Fraud examiner says ex-Stanford execs knew financier tapped investor money for personal loans

By Juan A. Lozano, AP
Wednesday, August 25, 2010

Witness: Execs knew Stanford tapped investor funds

HOUSTON — Two executives who worked with jailed Texas financier R. Allen Stanford knew he was secretly using money from investors to fund loans to himself, a fraud examiner testified Wednesday.

The examiner was being questioned about Stanford’s financial dealings during a court hearing in which a federal judge was to decide if Stanford and the two executives will continue having their legal bills paid for by an insurance policy as they fight charges they bilked investors out of $7 billion in a massive Ponzi scheme.
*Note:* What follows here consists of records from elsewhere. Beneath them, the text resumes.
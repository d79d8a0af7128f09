// GML (Himsholt, "GML: A portable Graph File Format", Universität Passau, 1997): a tree of
// `key value` pairs where a value is an integer, a real, a "string" or a [ list ].
// No library fits (we need every element's line and column), so this is a small tokenizer
// and recursive-descent reader of our own. Directed graphs are read as undirected.

import type { DesignFormat, SourcePos, Topology } from './model.js';
import { TopologyBuilder, type BuilderOptions } from './builder.js';
import { mapLinkAttributes, mapNodeAttributes } from './attributes.js';
import { MAX_NESTING } from './nesting.js';

type GmlValue = number | string | GmlPair[];

interface GmlPair {
  key: string;
  value: GmlValue;
  /** As written, for numbers (so an id `7` stays "7" and `07` stays "07"). */
  raw: string;
  pos: SourcePos;
}

const ENTITIES: Readonly<Record<string, string>> = { quot: '"', amp: '&', lt: '<', gt: '>', apos: "'" };

/** GML strings cannot contain `"`; writers escape it (and others) as HTML entities. */
function unescape(s: string): string {
  if (!s.includes('&')) return s;
  return s.replace(/&(#x[0-9a-fA-F]+|#\d+|[a-zA-Z]+);/g, (m, body: string) => {
    if (body[0] === '#') {
      const code = body[1] === 'x' || body[1] === 'X' ? parseInt(body.slice(2), 16) : parseInt(body.slice(1), 10);
      return code >= 0 && code <= 0x10ffff ? String.fromCodePoint(code) : m;
    }
    return ENTITIES[body] ?? m;
  });
}

// Sticky patterns, shared by every reader (lastIndex is set before each use).
const KEY = /[A-Za-z_][A-Za-z0-9_]*/y;
const NUMBER = /[+-]?(?:\d+\.?\d*|\.\d+)(?:[eE][+-]?\d+)?/y;

class GmlReader {
  private i = 0;
  private line = 1;
  private lineStart = 0;
  /** Lists open; bounded so that hostile nesting is an error, not a stack overflow. */
  private depth = 0;

  constructor(
    private readonly text: string,
    private readonly b: TopologyBuilder,
  ) {}

  private here(): SourcePos {
    return { line: this.line, column: this.i - this.lineStart + 1 };
  }

  /** Skip white space and `#` comments, counting lines. */
  private skip(): void {
    const t = this.text;
    while (this.i < t.length) {
      const c = t.charCodeAt(this.i);
      if (c === 10) {
        this.i++;
        this.line++;
        this.lineStart = this.i;
      } else if (c === 32 || c === 9 || c === 13 || c === 0xfeff) {
        this.i++;
      } else if (c === 35 /* # */) {
        while (this.i < t.length && t.charCodeAt(this.i) !== 10) this.i++;
      } else {
        return;
      }
    }
  }

  /** Reads pairs until `]` (nested) or the end of the text (top level). */
  readList(open?: SourcePos): GmlPair[] {
    const pairs: GmlPair[] = [];
    const t = this.text;
    for (;;) {
      this.skip();
      if (this.i >= t.length) {
        if (open) {
          throw this.b.error('unclosed "[": the list is never closed with "]"', open, 'add the missing "]" (check the brackets above the end of the file)');
        }
        return pairs;
      }
      if (t[this.i] === ']') {
        if (open) {
          this.i++;
          return pairs;
        }
        throw this.b.error('unexpected "]" with no open "["', this.here(), 'remove it, or add the "[" it closes');
      }
      const pos = this.here();
      KEY.lastIndex = this.i;
      const key = KEY.exec(t);
      if (!key) throw this.b.error(`expected a key, found "${t[this.i]}"`, pos, 'GML is a list of `key value` pairs; keys are letters, digits and _');
      this.i += key[0].length;
      this.skip();
      pairs.push(this.readValue(key[0], pos));
    }
  }

  private readValue(key: string, pos: SourcePos): GmlPair {
    const t = this.text;
    const vpos = this.here();
    if (this.i >= t.length) throw this.b.error(`key "${key}" has no value`, pos, 'give a number, a "string" or a [ list ]');
    const c = t[this.i];
    if (c === '[') {
      if (++this.depth > MAX_NESTING) {
        throw this.b.error(`lists nest deeper than ${MAX_NESTING} levels`, vpos, 'a GML design needs a few levels (graph, node, graphics); flatten this structure');
      }
      this.i++;
      const value = this.readList(vpos);
      this.depth--;
      return { key, value, raw: '', pos };
    }
    if (c === '"') {
      const start = this.i + 1;
      const end = t.indexOf('"', start);
      if (end < 0) throw this.b.error(`unterminated string for key "${key}"`, vpos, 'close it with a double quote');
      const raw = t.slice(start, end);
      for (let k = start; k < end; k++) {
        if (t.charCodeAt(k) === 10) {
          this.line++;
          this.lineStart = k + 1;
        }
      }
      this.i = end + 1;
      return { key, value: unescape(raw), raw, pos };
    }
    NUMBER.lastIndex = this.i;
    const num = NUMBER.exec(t);
    if (num) {
      this.i += num[0].length;
      return { key, value: Number(num[0]), raw: num[0], pos };
    }
    throw this.b.error(`value of "${key}" is not a number, a "string" or a [ list ]`, vpos);
  }
}

/** A nested list as a plain object for `attrs` (repeated keys become arrays). */
function toPlain(pairs: GmlPair[]): Record<string, unknown> {
  const out: Record<string, unknown> = {};
  for (const p of pairs) {
    const v = Array.isArray(p.value) ? toPlain(p.value) : p.value;
    if (p.key in out) {
      const prev = out[p.key];
      out[p.key] = Array.isArray(prev) ? [...prev, v] : [prev, v];
    } else out[p.key] = v;
  }
  return out;
}

function scalarId(p: GmlPair): string | undefined {
  if (Array.isArray(p.value)) return undefined;
  return typeof p.value === 'number' ? p.raw : p.value;
}

export function parseGml(text: string, file: string, options: BuilderOptions = {}, format: DesignFormat = 'gml'): Topology {
  const b = new TopologyBuilder(file, format, options);
  const top = new GmlReader(text, b).readList();
  const graph = top.find((p) => p.key === 'graph');
  if (!graph || !Array.isArray(graph.value)) {
    throw b.error('no "graph [ ... ]" list in this file', top[0]?.pos ?? { line: 1, column: 1 }, 'a GML design is `graph [ node [ id 1 ] ... edge [ source 1 target 2 ] ]`');
  }
  const metadata: Record<string, unknown> = {};
  let name: string | undefined;
  let network: string | undefined;
  const edges: GmlPair[] = [];
  for (const p of graph.value) {
    if (p.key === 'node' && Array.isArray(p.value)) readNode(p, p.value, b);
    else if (p.key === 'edge' && Array.isArray(p.value)) edges.push(p);
    else if (p.key === 'directed') {
      if (p.value !== 0) b.warn('the graph is directed ("directed 1"); links are read as undirected', p.pos);
    } else if (p.key === 'multigraph') {
      // Parallel links are always kept; the flag adds nothing.
    } else {
      if (p.key === 'label' && typeof p.value === 'string') name = p.value;
      if (p.key === 'Network' && typeof p.value === 'string') network = p.value;
      metadata[p.key] = Array.isArray(p.value) ? toPlain(p.value) : p.value;
    }
  }
  // Edges are resolved after all nodes, so a file may list them in any order.
  for (const e of edges) readEdge(e, e.value as GmlPair[], b);
  const resolved = name ?? network;
  return b.finish({ ...(resolved !== undefined ? { name: resolved } : {}), metadata });
}

function readNode(node: GmlPair, body: GmlPair[], b: TopologyBuilder): void {
  let id: string | undefined;
  const raw: Record<string, unknown> = {};
  const where = new Map<string, SourcePos>();
  for (const p of body) {
    if (p.key === 'id') {
      id = scalarId(p);
      if (id === undefined) throw b.error('node "id" must be a number or a string', p.pos);
      continue;
    }
    raw[p.key] = Array.isArray(p.value) ? toPlain(p.value) : p.value;
    where.set(p.key, p.pos);
  }
  if (id === undefined) throw b.error('node without "id"', node.pos, 'every GML node needs `id N`');
  const mapped = mapNodeAttributes(raw, b, (k) => where.get(k) ?? node.pos);
  b.addNode({ id, pos: node.pos, ...mapped });
}

function readEdge(edge: GmlPair, body: GmlPair[], b: TopologyBuilder): void {
  let source: GmlPair | undefined;
  let target: GmlPair | undefined;
  let id: string | undefined;
  const raw: Record<string, unknown> = {};
  const where = new Map<string, SourcePos>();
  for (const p of body) {
    if (p.key === 'source') source = p;
    else if (p.key === 'target') target = p;
    else if (p.key === 'id' && !Array.isArray(p.value)) id = scalarId(p);
    else {
      raw[p.key] = Array.isArray(p.value) ? toPlain(p.value) : p.value;
      where.set(p.key, p.pos);
    }
  }
  if (!source || !target) {
    throw b.error(`edge without "${source ? 'target' : 'source'}"`, edge.pos, 'every GML edge needs `source N target M`');
  }
  const s = scalarId(source);
  const d = scalarId(target);
  if (s === undefined || d === undefined) throw b.error('edge "source" and "target" must be node ids', edge.pos);
  const mapped = mapLinkAttributes(raw, b, (k) => where.get(k) ?? edge.pos);
  b.addLink({ what: id !== undefined ? `edge "${id}"` : 'edge', ...(id !== undefined ? { id } : {}), source: s, target: d, pos: edge.pos, sourcePos: source.pos, targetPos: target.pos, ...mapped });
}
The insurer, Lloyd’s of London, says the policy doesn’t pay on charges of money laundering, one of the many counts Stanford and Gilbert Lopez, the ex-chief accounting officer, and Mark Kuhrt, the ex-global controller, face in a federal indictment. Stanford and the ex-executives say they are not guilty and that Lloyd’s should honor the policy, which so far has paid more than $15 million in legal fees to them in their criminal and civil cases.

The hearing before U.S. District Judge Nancy Atlas, which began Tuesday and might last through the end of the week, is providing a preview of the upcoming criminal trials in the case.

Stanford and the former executives are accused of orchestrating a colossal pyramid scheme by advising clients from 113 countries to invest more than $7 billion in certificates of deposit at the Stanford International Bank on the Caribbean island of Antigua, promising huge returns. Stanford’s businesses were headquartered in Houston.

The fraud examiner, Alan Westheimer, testified that Kuhrt and Lopez told him they knew money deposited into the bank was being used to fund personal loans to Stanford and that this wasn’t being reported to investors. Prosecutors have accused Stanford of secretly diverting more than $1.6 billion in investor funds as personal loans to himself to pay for his lavish lifestyle.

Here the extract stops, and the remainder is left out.